Certification Problem

Input (TPDB TRS_Standard/Mixed_TRS/perfect2)

The rewrite relation of the following TRS is considered.

minus(0,y)	→	0	(1)
minus(s(x),0)	→	s(x)	(2)
minus(s(x),s(y))	→	minus(x,y)	(3)
le(0,y)	→	true	(4)
le(s(x),0)	→	false	(5)
le(s(x),s(y))	→	le(x,y)	(6)
if(true,x,y)	→	x	(7)
if(false,x,y)	→	y	(8)
perfectp(0)	→	false	(9)
perfectp(s(x))	→	f(x,s(0),s(x),s(x))	(10)
f(0,y,0,u)	→	true	(11)
f(0,y,s(z),u)	→	false	(12)
f(s(x),0,z,u)	→	f(x,u,minus(z,s(x)),u)	(13)
f(s(x),s(y),z,u)	→	if(le(x,y),f(s(x),minus(y,x),z,u),f(x,u,z,u))	(14)

Property / Task

Prove or disprove termination.

Answer / Result

Yes.

Proof (by ttt2 @ termCOMP 2023)

1 Dependency Pair Transformation

The following set of initial dependency pairs has been identified.

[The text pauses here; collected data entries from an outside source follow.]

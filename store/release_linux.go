//go:build linux

package store

import (
	"unsafe"

	bolt "go.etcd.io/bbolt"
	"golang.org/x/sys/unix"
)

// releaseMapped drops this process's page-table entries for the bbolt
// file's memory map (madvise MADV_DONTNEED on a shared, read-only file
// mapping: the data stays in the page cache and on disk, and a later read
// faults it back in). Every commit writes fresh pages that the next
// transaction reads through the map, so without this the resident set grows
// with the file over weeks, although the pages are clean and reclaimable.
//
// It must be called with db.wmu held: all writes, and so all remaps, run
// under it, so the mapping cannot move or shrink meanwhile. Read
// transactions never remap and tolerate the dropped entries.
func (db *DB) releaseMapped() {
	p, n := db.releaseSpan()
	if p == nil || n <= 0 {
		return
	}
	_ = unix.Madvise(unsafe.Slice((*byte)(p), n), unix.MADV_DONTNEED)
}

// releaseSpan returns the start and length of the memory releaseMapped
// advises: the committed high-water mark (meta page id × page size). That
// is never longer than bbolt's map, because bbolt remaps before it moves the
// mark past the map's end (db.go: allocate). The file's size is NOT a bound:
// past bbolt's AllocSize (16 MiB) the file is grown up to AllocSize ahead of
// the map, and MADV_DONTNEED over memory beyond the map zeroes whatever the
// process has there (the Go heap). The caller holds db.wmu.
func (db *DB) releaseSpan() (unsafe.Pointer, int) {
	info := db.bdb.Info()
	if info == nil || info.Data == 0 {
		return nil, 0
	}
	var hwm int64
	if err := db.bdb.View(func(tx *bolt.Tx) error { hwm = tx.Size(); return nil }); err != nil {
		return nil, 0
	}
	n := int(min(hwm&^(db.pageSize-1), maxInt))
	// Info().Data is the address of the mapping as a uintptr; read it as a
	// pointer without arithmetic (the mapping is not Go-managed memory).
	return *(*unsafe.Pointer)(unsafe.Pointer(&info.Data)), n
}
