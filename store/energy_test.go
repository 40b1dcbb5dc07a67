package store

import (
	"math"
	"path/filepath"
	"testing"
	"time"
)

func TestEnergyRoundTripAndMonotonic(t *testing.T) {
	path := filepath.Join(t.TempDir(), "e.db")
	db, err := Open(Options{Path: path})
	if err != nil {
		t.Fatal(err)
	}
	if e, err := db.Energy(); err != nil || len(e) != 0 {
		t.Fatalf("empty store: %v, %v", e, err)
	}
	at := time.Date(2026, 3, 14, 10, 15, 0, 0, time.UTC)
	e1 := Energy{Circuit: "main", ImportWh: 123456.789, ExportWh: 12.5, VarhQ: [4]float64{1, 2, 3, 4}}
	m1 := DemandMonth{Month: "2026-03", MaxA: [3]float64{150.25, 151, math.NaN()}, MaxW: 98000, At: at}
	if err := db.PutEnergy([]Energy{e1}, []DemandMonth{m1}); err != nil {
		t.Fatal(err)
	}
	// A lower counter (a meter that lost its state) never lowers the stored one.
	if err := db.PutEnergy([]Energy{{Circuit: "main", ImportWh: 5}}, nil); err != nil {
		t.Fatal(err)
	}
	if err := db.Close(); err != nil {
		t.Fatal(err)
	}
	db, err = OpenReadOnly(path, time.Second)
	if err != nil {
		t.Fatal(err)
	}
	defer db.Close()
	es, err := db.Energy()
	if err != nil || len(es) != 1 || es[0] != e1 {
		t.Errorf("energy after reopen %+v, %v; want %+v (README: counters never go backwards)", es, err, e1)
	}
	ms, err := db.DemandMonths()
	if err != nil || len(ms) != 1 || ms[0].Month != "2026-03" || ms[0].MaxA[0] != 150.25 || !math.IsNaN(ms[0].MaxA[2]) || !ms[0].At.Equal(at) {
		t.Errorf("months after reopen %+v, %v", ms, err)
	}
}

minus^#(s(x),s(y))	→	minus^#(x,y)	(15)
le^#(s(x),s(y))	→	le^#(x,y)	(16)
perfectp^#(s(x))	→	f^#(x,s(0),s(x),s(x))	(17)
f^#(s(x),0,z,u)	→	minus^#(z,s(x))	(18)
f^#(s(x),0,z,u)	→	f^#(x,u,minus(z,s(x)),u)	(19)
f^#(s(x),s(y),z,u)	→	f^#(x,u,z,u)	(20)
f^#(s(x),s(y),z,u)	→	minus^#(y,x)	(21)
f^#(s(x),s(y),z,u)	→	f^#(s(x),minus(y,x),z,u)	(22)
f^#(s(x),s(y),z,u)	→	le^#(x,y)	(23)
f^#(s(x),s(y),z,u)	→	if^#(le(x,y),f(s(x),minus(y,x),z,u),f(x,u,z,u))	(24)

1.1 Dependency Graph Processor

The dependency pairs are split into 3 components.

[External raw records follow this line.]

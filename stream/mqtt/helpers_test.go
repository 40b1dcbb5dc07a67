package mqtt_test

import (
	"bytes"
	"context"
	"encoding/json"
	"errors"
	"io"
	"log/slog"
	"net"
	"os"
	"path/filepath"
	"strconv"
	"sync"
	"sync/atomic"
	"testing"
	"time"

	paho "github.com/eclipse/paho.mqtt.golang"

	"github.com/gridloupe/gridloupe/store"
	"github.com/gridloupe/gridloupe/stream/mqtt"
	"github.com/gridloupe/gridloupe/stream/mqtt/mqtttest"
	"github.com/gridloupe/gridloupe/stream/mqtt/topic"
)

// Timing for tests on a loaded 2-core machine.
const (
	waitLong   = 45 * time.Second       // upper bound for any delivery; tests poll and finish as soon as it happens
	pollEvery  = 20 * time.Millisecond  // polling step while waiting
	testPoll   = 100 * time.Millisecond // Config.Poll in tests: short, so kicks are not needed for speed
	testRetry  = 200 * time.Millisecond // Config.RetryInterval in tests
	testRecon  = time.Second            // Config.MaxReconnect in tests (paho's floor is its 1 s first back-off)
	testAckTTL = 5 * time.Second        // Config.AckTimeout in tests
)

const (
	testBase = "gridloupe/north-weir-dc2/dc2-gw1" // invented demo site (DESIGN.md)
	testPass = "weir-pump-7Q"                     // must never show up in logs
)

// testDB is a real bbolt store seen as an mqtt.Outbox. The daemon's own
// adapter (cmd/gridloupe/internal/outbox) is internal to the command, so the
// publisher's tests carry this copy of its few lines.
type testDB struct{ *store.DB }

func (d testDB) Pending(after uint64, limit int) ([]mqtt.Message, error) {
	ms, err := d.DB.Pending(after, limit)
	out := make([]mqtt.Message, len(ms))
	for i, m := range ms {
		out[i] = mqtt.Message{Seq: m.Seq, Topic: m.Topic, Payload: m.Payload, QoS: m.QoS, Retain: m.Retain, Queued: m.Queued}
	}
	return out, err
}

// openStore opens a real bbolt store in t.TempDir().
func openStore(t testing.TB) testDB {
	t.Helper()
	db, err := store.Open(store.Options{Path: filepath.Join(t.TempDir(), "gridloupe.db"), NoSync: true})
	if err != nil {
		t.Fatalf("store: %v", err)
	}
	t.Cleanup(func() { _ = db.Close() })
	return testDB{db}
}

// running is a Publisher whose Run goroutine the test owns.
type running struct {
	*mqtt.Publisher
	cancel context.CancelFunc
	done   chan error
	logs   *mqtttest.LockedBuffer
}

// startPub builds a publisher for url over db with test timings, lets mod
// adjust the config, and runs it until the test ends.
func startPub(t testing.TB, url string, db mqtt.Outbox, mod func(*mqtt.Config)) *running {
	t.Helper()
	logs := new(mqtttest.LockedBuffer)
	cfg := mqtt.Config{
		Broker: url, ClientID: "dc2-gw1-" + strconv.FormatInt(time.Now().UnixNano(), 36), Base: testBase, Outbox: db,
		AckTimeout: testAckTTL, MaxReconnect: testRecon, RetryInterval: testRetry, Poll: testPoll,
		Logger: slog.New(slog.NewTextHandler(logs, &slog.HandlerOptions{Level: slog.LevelDebug})),
	}
	if mod != nil {
		mod(&cfg)
	}
	p, err := mqtt.New(cfg)
	if err != nil {
		t.Fatalf("New: %v", err)
	}
	ctx, cancel := context.WithCancel(context.Background())
	r := &running{Publisher: p, cancel: cancel, done: make(chan error, 1), logs: logs}
	go func() { r.done <- p.Run(ctx) }()
	t.Cleanup(func() {
		r.stop(t)
		if testing.Verbose() {
			t.Log(logs.String())
		}
		if s := logs.String(); bytes.Contains([]byte(s), []byte(testPass)) {
			t.Errorf("password in the publisher's log:\n%s", s)
		}
	})
	return r
}

// stop cancels Run and waits for it (bounded); it returns how long Run took.
func (r *running) stop(t testing.TB) time.Duration {
	t.Helper()
	r.cancel()
	t0 := time.Now()
	select {
	case err, ok := <-r.done:
		if ok && err != nil {
			t.Errorf("Run: %v", err)
		}
		if ok {
			close(r.done)
		}
	case <-time.After(waitLong):
		t.Fatalf("Run did not return within %v of cancel", waitLong)
	}
	return time.Since(t0)
}

// rx is one message a subscriber received.
type rx struct {
	topic    string
	payload  []byte
	retained bool
}

// subscriber is an independent paho client on <base>/#, resubscribing on
// every reconnect.
type subscriber struct {
	c      paho.Client
	mu     sync.Mutex
	msgs   []rx
	subbed atomic.Uint64 // completed subscriptions (one per connection)
}

func newSubscriber(t testing.TB, url string, mod func(*paho.ClientOptions)) *subscriber {
	t.Helper()
	s := new(subscriber)
	o := paho.NewClientOptions().AddBroker(url).
		SetClientID("bms-" + strconv.FormatInt(time.Now().UnixNano(), 36)).
		SetCleanSession(true).SetAutoReconnect(true).SetConnectRetry(true).
		SetConnectRetryInterval(testRetry).SetMaxReconnectInterval(testRecon).SetProtocolVersion(4)
	o.SetOnConnectHandler(func(c paho.Client) {
		tok := c.Subscribe(testBase+"/#", 1, func(_ paho.Client, m paho.Message) {
			s.mu.Lock()
			s.msgs = append(s.msgs, rx{m.Topic(), bytes.Clone(m.Payload()), m.Retained()})
			s.mu.Unlock()
		})
		if tok.WaitTimeout(waitLong) && tok.Error() == nil {
			s.subbed.Add(1)
		}
	})
	if mod != nil {
		mod(o)
	}
	s.c = paho.NewClient(o)
	s.c.Connect()
	t.Cleanup(func() { s.c.Disconnect(100) })
	waitUntil(t, "subscriber subscribed", func() bool { return s.subbed.Load() > 0 })
	return s
}

// received returns a copy of what arrived so far.
func (s *subscriber) received() []rx {
	s.mu.Lock()
	defer s.mu.Unlock()
	return append([]rx(nil), s.msgs...)
}

// statuses returns the decoded status payloads received, in order.
func (s *subscriber) statuses(t testing.TB) []statusMsg {
	t.Helper()
	var out []statusMsg
	for _, m := range s.received() {
		if m.topic != topic.Status(testBase) {
			continue
		}
		var st statusMsg
		if err := json.Unmarshal(m.payload, &st); err != nil {
			t.Fatalf("status payload %q: %v", m.payload, err)
		}
		st.retained = m.retained
		out = append(out, st)
	}
	return out
}

// lastStatus returns the latest status received, or a zero one.
func (s *subscriber) lastStatus(t testing.TB) statusMsg {
	t.Helper()
	st := s.statuses(t)
	if len(st) == 0 {
		return statusMsg{}
	}
	return st[len(st)-1]
}

type statusMsg struct {
	Status   string `json:"status"`
	Time     string `json:"time"`
	Site     string `json:"site"`
	Gateway  string `json:"gateway"`
	Reason   string `json:"reason"`
	Problem  string `json:"problem"`
	retained bool
}

// seqMsg is a received outbox message with its seq decoded.
type seqMsg struct {
	seq   uint64
	topic string
	body  map[string]any // payload without seq
	raw   []byte
}

// outboxMsgs decodes the non-status messages received; each must be a JSON
// object whose first key is seq.
func (s *subscriber) outboxMsgs(t testing.TB) []seqMsg {
	t.Helper()
	var out []seqMsg
	for _, m := range s.received() {
		if m.topic == topic.Status(testBase) {
			continue
		}
		if k := firstKey(t, m.payload); k != "seq" {
			t.Fatalf("%s payload %q: first key %q, want seq", m.topic, m.payload, k)
		}
		var body map[string]any
		d := json.NewDecoder(bytes.NewReader(m.payload))
		d.UseNumber()
		if err := d.Decode(&body); err != nil {
			t.Fatalf("%s payload %q: %v", m.topic, m.payload, err)
		}
		n, err := strconv.ParseUint(string(body["seq"].(json.Number)), 10, 64)
		if err != nil {
			t.Fatalf("seq in %q: %v", m.payload, err)
		}
		delete(body, "seq")
		out = append(out, seqMsg{seq: n, topic: m.topic, body: body, raw: m.payload})
	}
	return out
}

// waitUntil polls cond until it holds or waitLong passes.
func waitUntil(t testing.TB, what string, cond func() bool) {
	t.Helper()
	mqtttest.WaitUntil(t, what, waitLong, pollEvery, cond)
}

// proxy forwards TCP connections to an upstream broker. Open starts it on a
// fixed loopback port; Cut closes the listener and every connection
// abruptly (RST), as a pulled cable or a dead gateway looks to the broker.
type proxy struct {
	addr, upstream string
	mu             sync.Mutex
	ln             net.Listener
	conns          map[net.Conn]struct{}
	wg             sync.WaitGroup
	delay          time.Duration // slows the client-to-broker direction, per read
}

func newProxy(t testing.TB, upstream string, port int) *proxy {
	p := &proxy{addr: net.JoinHostPort("127.0.0.1", strconv.Itoa(port)), upstream: upstream, conns: map[net.Conn]struct{}{}}
	t.Cleanup(p.Cut)
	return p
}

func (p *proxy) URL() string { return "tcp://" + p.addr }

// Open starts accepting connections.
func (p *proxy) Open(t testing.TB) {
	t.Helper()
	ln, err := net.Listen("tcp", p.addr)
	if err != nil {
		t.Fatalf("proxy listen %s: %v", p.addr, err)
	}
	p.mu.Lock()
	p.ln = ln
	p.mu.Unlock()
	p.wg.Add(1)
	go func() {
		defer p.wg.Done()
		for {
			c, err := ln.Accept()
			if err != nil {
				return
			}
			u, err := net.DialTimeout("tcp", p.upstream, 5*time.Second)
			if err != nil {
				_ = c.Close()
				continue
			}
			if !p.track(c, u) {
				return
			}
			p.wg.Add(2)
			go p.pipe(c, u, 0)
			go p.pipe(u, c, p.delay)
		}
	}()
}

func (p *proxy) track(cs ...net.Conn) bool {
	p.mu.Lock()
	defer p.mu.Unlock()
	if p.ln == nil {
		for _, c := range cs {
			_ = c.Close()
		}
		return false
	}
	for _, c := range cs {
		p.conns[c] = struct{}{}
	}
	return true
}

func (p *proxy) pipe(dst, src net.Conn, delay time.Duration) {
	defer p.wg.Done()
	if delay == 0 {
		_, _ = io.Copy(dst, src)
	} else {
		buf := make([]byte, 512)
		for {
			n, err := src.Read(buf)
			time.Sleep(delay) // a slow uplink
			if n > 0 {
				if _, werr := dst.Write(buf[:n]); werr != nil {
					break
				}
			}
			if err != nil {
				break
			}
		}
	}
	_ = dst.Close()
	_ = src.Close()
}

// Cut stops the proxy and resets every connection.
func (p *proxy) Cut() {
	p.mu.Lock()
	if p.ln != nil {
		_ = p.ln.Close()
		p.ln = nil
	}
	for c := range p.conns {
		if tc, ok := c.(*net.TCPConn); ok {
			_ = tc.SetLinger(0) // RST, no FIN: an abrupt loss
		}
		_ = c.Close()
	}
	clear(p.conns)
	p.mu.Unlock()
	p.wg.Wait()
}

// queue enqueues msgs and returns their seqs.
func queue(t testing.TB, db testDB, msgs ...store.Message) []uint64 {
	t.Helper()
	seqs, err := db.Enqueue(msgs...)
	if err != nil {
		t.Fatalf("Enqueue: %v", err)
	}
	return seqs
}

// alarmMsg is an invented alarm transition payload (shape documented in the README by cmd).
func alarmMsg(i int) store.Message {
	body, _ := json.Marshal(map[string]any{
		"name": "current-distortion", "state": []string{"raised", "cleared"}[i%2], "channel": "ia",
		"metric": "tdd_h50_pct", "value": 8.25 + float64(i)/100, "time": time.Date(2026, 3, 1, 10, i%60, 0, 0, time.UTC).Format("2006-01-02T15:04:05.000000Z"),
	})
	return store.Message{Class: store.ClassAlarm, Topic: topic.Alarm(testBase), Payload: body, QoS: 1}
}

// telemetryMsg is an invented 10-minute telemetry payload.
func telemetryMsg(i int) store.Message {
	body, _ := json.Marshal(map[string]any{
		"interval": "10min", "start": time.Date(2026, 3, 1, 10, 0, 0, 0, time.UTC).Add(time.Duration(i) * 10 * time.Minute).Format("2006-01-02T15:04:05.000000Z"),
		"duration_s": 600, "freq_hz": 50.01, "flags": []string{},
	})
	return store.Message{Class: store.ClassTelemetry, Topic: topic.Telemetry(testBase, "10min"), Payload: body, QoS: 1}
}

// pendingCount returns how many messages are still queued.
func pendingCount(t testing.TB, db testDB) int {
	t.Helper()
	m, err := db.Pending(0, 1<<20)
	if err != nil {
		t.Fatalf("Pending: %v", err)
	}
	return len(m)
}

// checkDelivery checks that the outbox messages received carry exactly the
// queued seqs, each first occurrence in ascending order, with any repeat an
// exact resend (same payload), and each body equal to what was queued.
func checkDelivery(t testing.TB, got []seqMsg, queued map[uint64]store.Message) {
	t.Helper()
	seen := map[uint64][]byte{}
	var last uint64
	dups := 0
	for _, m := range got {
		q, ok := queued[m.seq]
		if !ok {
			t.Errorf("received seq %d that was never queued (%s)", m.seq, m.raw)
			continue
		}
		if prev, ok := seen[m.seq]; ok {
			dups++
			if !bytes.Equal(prev, m.raw) {
				t.Errorf("seq %d resent with a different payload:\n%s\n%s", m.seq, prev, m.raw)
			}
			continue
		}
		if m.seq <= last {
			t.Errorf("seq %d first arrived after seq %d: out of order", m.seq, last)
		}
		last = m.seq
		seen[m.seq] = m.raw
		if m.topic != q.Topic {
			t.Errorf("seq %d on %q, queued for %q", m.seq, m.topic, q.Topic)
		}
		var want map[string]any
		d := json.NewDecoder(bytes.NewReader(q.Payload))
		d.UseNumber()
		if err := d.Decode(&want); err != nil {
			t.Fatalf("queued payload: %v", err)
		}
		if a, b := mustJSON(t, m.body), mustJSON(t, want); a != b {
			t.Errorf("seq %d body %s, queued %s", m.seq, a, b)
		}
	}
	for s := range queued {
		if _, ok := seen[s]; !ok {
			t.Errorf("seq %d queued but never received", s)
		}
	}
	if dups > 0 {
		t.Logf("%d exact resends (allowed: at-least-once)", dups)
	}
}

func mustJSON(t testing.TB, v any) string {
	t.Helper()
	b, err := json.Marshal(v) // map keys sorted: a canonical form
	if err != nil {
		t.Fatal(err)
	}
	return string(b)
}

// errOutbox wraps an outbox and fails Ack while fail is set.
type errOutbox struct {
	testDB
	fail atomic.Bool
}

var errInjected = errors.New("injected ack failure")

func (e *errOutbox) Ack(seqs ...uint64) error {
	if e.fail.Load() {
		return errInjected
	}
	return e.testDB.Ack(seqs...)
}

func writeFile(t testing.TB, path, text string) {
	t.Helper()
	if err := os.WriteFile(path, []byte(text), 0o600); err != nil {
		t.Fatal(err)
	}
}

// skipPahoResumeRace skips a test that drops the link with publishes in
// flight when it runs under the race detector: paho v1.5.1 sets a resent
// packet's DUP flag in resume() while its outgoing goroutine may still be
// writing that packet, a race inside the client reported upstream
// (eclipse-paho/paho.mqtt.golang issue 703, open). The test still runs, with
// all its assertions, in the ordinary (no -race) pass of the suite.
func skipPahoResumeRace(t *testing.T) {
	t.Helper()
	if raceEnabled {
		t.Skip("paho v1.5.1 races in resume() on reconnect with publishes in flight (upstream issue 703); runs without -race")
	}
}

The 1^st component contains the pair

f^#(s(x),s(y),z,u)	→	f^#(s(x),minus(y,x),z,u)	(22)
f^#(s(x),s(y),z,u)	→	f^#(x,u,z,u)	(20)
f^#(s(x),0,z,u)	→	f^#(x,u,minus(z,s(x)),u)	(19)

1.1.1 Subterm Criterion Processor

We use the projection to multisets

π(f^#)

=

{ 1 }

to remove the pairs:

f^#(s(x),s(y),z,u)	→	f^#(x,u,z,u)	(20)
f^#(s(x),0,z,u)	→	f^#(x,u,minus(z,s(x)),u)	(19)

1.1.1.1 Subterm Criterion Processor

We use the projection to multisets

π(f^#)	=	{ 2 }
π(minus)	=	{ 1 }

to remove the pairs:

f^#(s(x),s(y),z,u)

→

f^#(s(x),minus(y,x),z,u)

(22)

1.1.1.1.1 P is empty

There are no pairs anymore.

The 2^nd component contains the pair
minus^#(s(x),s(y)) → minus^#(x,y) (15)

1.1.2 Size-Change Termination

Using size-change termination in combination with the subterm criterion one obtains the following initial size-change graphs.

minus^#(s(x),s(y)) → minus^#(x,y) (15)

2 > 2

1 > 1

As there is no critical graph in the transitive closure, there are no infinite chains.
The 3^rd component contains the pair
le^#(s(x),s(y)) → le^#(x,y) (16)

1.1.3 Size-Change Termination

Using size-change termination in combination with the subterm criterion one obtains the following initial size-change graphs.

le^#(s(x),s(y)) → le^#(x,y) (16)

2 > 2

1 > 1

As there is no critical graph in the transitive closure, there are no infinite chains.